Thema: Dampfloks: Informativer Frühschoppen der Eisenbahnfreunde

Thema: Dampfloks : Informativer Frühschoppen der Eisenbahnfreunde

Weniger einen Vortrag, vielmehr ein Gespräch in familiärer Atmosphäre führte Dietrich Nikel am vergangenen Sonntagvormittag im Foyer des Servicepunkts im EVS-Gebäude am Stolberger Hauptbahnhof mit 20 weiteren Eisenbahnfreunden, die ihrerseits die Präsentation mit eigenem Wissen ergänzten.

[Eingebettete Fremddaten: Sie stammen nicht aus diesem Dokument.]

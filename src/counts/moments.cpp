// SPDX-License-Identifier: GPL-2.0-or-later
#include "deviascope/counts/moments.h"

#include <algorithm>
#include <memory>
#include <numeric>
#include <vector>

#include "core/lanes.h"
#include "counts/monomials.h"

namespace deviascope {

namespace {

constexpr int highest_degree = moment_degree + 1;
constexpr std::size_t n_highest = n_monomials(highest_degree);
constexpr std::size_t lanes_per_block = 8;
constexpr std::size_t block_size = lanes_per_block * n_lanes;

/// One number for each pixel of a block.
struct BlockRow {
    Lanes lanes[lanes_per_block];

    void set(std::size_t pixel, double value) {
        lanes[pixel / n_lanes][pixel % n_lanes] = value;
    }
};

/// The monomials of a block of pixels, and what is to be summed with each.
struct Block {
    BlockRow x, y, z;
    BlockRow monomial[n_highest];
    std::vector<BlockRow> value;  ///< quantities
};

[[gnu::always_inline]] inline void fill_monomials(Block& block) {
    Lanes column[n_highest];
    for (std::size_t at = 0; at < lanes_per_block; ++at) {
        column[0] = Lanes{} + 1.0;
        for (int degree = 1; degree <= highest_degree; ++degree)
            fill_degree(
                block.x.lanes[at], block.y.lanes[at], block.z.lanes[at], degree, column);
        for (std::size_t m = 0; m < n_highest; ++m) block.monomial[m].lanes[at] = column[m];
    }
}

[[gnu::always_inline]] inline double sum_of(const Lanes& lanes) {
    return ((lanes[0] + lanes[4]) + (lanes[2] + lanes[6])) +
           ((lanes[1] + lanes[5]) + (lanes[3] + lanes[7]));
}

/// sums[quantity * n_highest + m] = sum over the block of value times monomial.
DEVIASCOPE_WIDEST_INSTRUCTIONS
void sum_block(Block& block, std::size_t n_quantities, double* sums) {
    fill_monomials(block);
    for (std::size_t quantity = 0; quantity < n_quantities; ++quantity) {
        const Lanes* value = block.value[quantity].lanes;
        for (std::size_t m = 0; m < n_highest; ++m) {
            const Lanes* monomial = block.monomial[m].lanes;
            Lanes sum = value[0] * monomial[0];
            for (std::size_t at = 1; at < lanes_per_block; ++at)
                sum += value[at] * monomial[at];
            sums[quantity * n_highest + m] = sum_of(sum);
        }
    }
}

/// What is summed over one footprint: its exposure, then the excess counts of its bins.
struct Quantities {
    const Footprint* footprint;
    std::vector<const BinCounts*> bins;
    std::vector<double> expected;  ///< N / sum w of each bin

    std::size_t size() const { return 1 + bins.size(); }
    double value(std::size_t quantity, std::size_t pixel) const {
        const double exposure = footprint->exposure[pixel];
        if (quantity == 0) return exposure;
        return static_cast<double>(bins[quantity - 1]->count[pixel]) -
               expected[quantity - 1] * exposure;
    }
};

void load(const Quantities& all, const Pixelisation& grid, std::size_t first, Block& block) {
    const std::size_t n_pixels = all.footprint->pixel.size();
    for (std::size_t offset = 0; offset < block_size; ++offset) {
        const std::size_t pixel = first + offset;
        const bool is_there = pixel < n_pixels;
        const Direction centre =
            is_there ? grid.centre(all.footprint->pixel[pixel]) : Direction(0.0, 0.0, 1.0);
        block.x.set(offset, centre.x());
        block.y.set(offset, centre.y());
        block.z.set(offset, centre.z());
        for (std::size_t quantity = 0; quantity < all.size(); ++quantity)
            block.value[quantity].set(offset, is_there ? all.value(quantity, pixel) : 0.0);
    }
}

/// quantities x n_highest
std::vector<long double> sums_over(const Quantities& all, const Pixelisation& grid) {
    std::vector<long double> total(all.size() * n_highest, 0.0L);
    std::vector<double> sums(total.size());
    const auto block = std::make_unique<Block>();
    block->value.resize(all.size());
    for (std::size_t first = 0; first < all.footprint->pixel.size(); first += block_size) {
        load(all, grid, first, *block);
        sum_block(*block, all.size(), sums.data());
        for (std::size_t at = 0; at < total.size(); ++at)
            total[at] += static_cast<long double>(sums[at]);
    }
    return total;
}

std::vector<double> exposure_moments(const std::vector<long double>& sums) {
    std::vector<double> moments(n_highest);
    for (std::size_t m = 0; m < moments.size(); ++m)
        moments[m] = static_cast<double>(sums[m] / sums[0]);
    return moments;
}

/// The excess sums to 0 but for the rounding of N / sum w, which is taken out again.
std::vector<double> excess_moments(const std::vector<long double>& sums, std::size_t quantity) {
    const long double* excess = sums.data() + quantity * n_highest;
    std::vector<double> moments(n_monomials(moment_degree));
    for (std::size_t m = 0; m < moments.size(); ++m)
        moments[m] = static_cast<double>(excess[m] - excess[0] * sums[m] / sums[0]);
    return moments;
}

void add_moments(SurveyCounts& survey, std::size_t index, const Pixelisation& grid) {
    Footprint& footprint = survey.footprints[index];
    const long double exposed = std::accumulate(
        footprint.exposure.begin(), footprint.exposure.end(), 0.0L, std::plus<long double>());
    Quantities all{&footprint, {}, {}};
    std::vector<BinCounts*> bins;
    for (BinCounts& bin : survey.bins)
        if (bin.footprint == index) {
            bins.push_back(&bin);
            all.bins.push_back(&bin);
            all.expected.push_back(
                static_cast<double>(static_cast<long double>(bin.total()) / exposed));
        }
    const std::vector<long double> sums = sums_over(all, grid);
    footprint.moment = exposure_moments(sums);
    for (std::size_t bin = 0; bin < bins.size(); ++bin)
        bins[bin]->excess_moment = excess_moments(sums, bin + 1);
}

bool has_moments(const SurveyCounts& survey) {
    return std::all_of(survey.footprints.begin(),
                       survey.footprints.end(),
                       [](const Footprint& f) { return f.moment.size() == n_highest; }) &&
           std::all_of(survey.bins.begin(), survey.bins.end(), [](const BinCounts& b) {
               return b.excess_moment.size() == n_monomials(moment_degree);
           });
}

}  // namespace

void add_moments(Counts& counts) {
    const Pixelisation grid(counts.nside);
    for (SurveyCounts& survey : counts.surveys) {
        if (has_moments(survey)) continue;
        for (std::size_t index = 0; index < survey.footprints.size(); ++index)
            add_moments(survey, index, grid);
    }
}

bool has_moments(const Counts& counts) {
    return std::all_of(counts.surveys.begin(),
                       counts.surveys.end(),
                       [](const SurveyCounts& survey) { return has_moments(survey); });
}

}  // namespace deviascope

Beim Frühschoppen der Eisenbahnfreunde erfreute Nikel, der zurzeit in Würselen lebt, das Publikum mit Aufnahmen seiner Reisen im Sommer 1967 und Herbst 1977, als er auf der Suche nach den letzten Dampflokmotiven von Bayern nach Italien und Österreich reiste, nachdem die Deutsche Bundesbahn den Einsatz von Dampflokomotiven weitestgehende beendete.

„Sie waren einfach nicht mehr zeitgemäß, weil die Technik zu aufwendig und die Wartung zu teuer war“, erläutert Nikel. In seiner Präsentation vermittelte er dem Publikum den Aufbau von Dampflokomotiven, präsentierte verschiedene Systeme der Zahnradbahn und zeigte circa 150 historische Aufnahmen von unzähligen Maschinen verschiedenster Baureihen in beeindruckender Kulisse von beispielsweise österreichischen Bergen.

Nikel erheiterte das Publikum darüber hinaus mit einem Foto von ihm vor dem Ortsschild des im österreichischen Bundesland Kärnten liegenden Nikelsdorf und weiteren Anekdoten seiner Reisen wie eine Mitfahrt auf einer Lokomotive mit einem österreichischen Lokführer. Tonbandaufnahmen von Geräuschen der Zahnradlokomotiven, die er während seiner Reisen mit einem Tonbandgerät aufnahm, bereicherten seine audiovisuelle Präsentation.

50. Frühschoppen

Nikel entdeckte seine Leidenschaft für Eisenbahnen nach eigenen Angaben im Kindesalter: „Als kleiner Junge wohnte ich mit meinen Eltern in Bayern nah an einer Bahnstrecke und bin da immer ausgeflippt, wenn die Bahn kam“, sagt der ehemalige Fluglotse. Ab diesem Zeitpunkt habe er Literatur über Dampfloks verschlungen.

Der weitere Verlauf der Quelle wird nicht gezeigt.